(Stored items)
* * *
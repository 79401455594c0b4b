"""`protomine audit`: prototype library + held-out truth CSV -> report folder (JSON, PNGs, one HTML file)."""
from __future__ import annotations

from pathlib import Path
from typing import Annotated, Optional

import typer

from ..cliutil import ConfigOpt, LibraryArg, QuietOpt, SeedOpt, VerboseOpt, config_from, existing, reporter


def audit(
    library: LibraryArg,
    truth: Annotated[Path, typer.Argument(metavar="TRUTH.csv", show_default=False,
                                          help="Held-out labels CSV: object,label[,yaw_deg] or capture,x,y,z,label[,yaw_deg].")],
    out: Annotated[Path, typer.Option("--out", "-o", metavar="DIR", show_default=False,
                                      help="Report folder (report.html, report.json, PNGs).")],
    store: Annotated[Optional[Path], typer.Option("--store", "-s", metavar="STORE.h5",
                                                  help="Object store; default: the one recorded in the library.")] = None,
    config: ConfigOpt = None,
    seed: SeedOpt = 0,
    quiet: QuietOpt = False,
    verbose: VerboseOpt = False,
) -> None:
    """Measure how pure the mined clusters are against a few hand labels, with honest uncertainty."""
    from .run import run_audit, summary_line
    cfg = config_from(config)
    doc = run_audit(existing(library, "library"), truth, out, cfg, store=store, seed=seed,
                    progress=reporter("audit", quiet, verbose))
    typer.echo(summary_line(doc, out))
* * *
> **TASK REQUIREMENTS**: Exactly as written, output all of the entries.

> **TASK ANSWER**:
repository 79401455594c0b4b
"""`protomine audit`: prototype library + held-out truth CSV -> report folder (JSON, PNGs, one HTML file)."""
from __future__ import annotations

from pathlib import Path
from typing import Annotated, Optional

import typer

from ..cliutil import ConfigOpt, LibraryArg, QuietOpt, SeedOpt, VerboseOpt, config_from, existing, reporter


def audit(
    library: LibraryArg,
    truth: Annotated[Path, typer.Argument(metavar="TRUTH.csv", show_default=False,
                                          help="Held-out labels CSV: object,label[,yaw_deg] or capture,x,y,z,label[,yaw_deg].")],
    out: Annotated[Path, typer.Option("--out", "-o", metavar="DIR", show_default=False,
                                      help="Report folder (report.html, report.json, PNGs).")],
    store: Annotated[Optional[Path], typer.Option("--store", "-s", metavar="STORE.h5",
                                                  help="Object store; default: the one recorded in the library.")] = None,
    config: ConfigOpt = None,
    seed: SeedOpt = 0,
    quiet: QuietOpt = False,
    verbose: VerboseOpt = False,
) -> None:
    """Measure how pure the mined clusters are against a few hand labels, with honest uncertainty."""
    from .run import run_audit, summary_line
    cfg = config_from(config)
    doc = run_audit(existing(library, "library"), truth, out, cfg, store=store, seed=seed,
                    progress=reporter("audit", quiet, verbose))
    typer.echo(summary_line(doc, out))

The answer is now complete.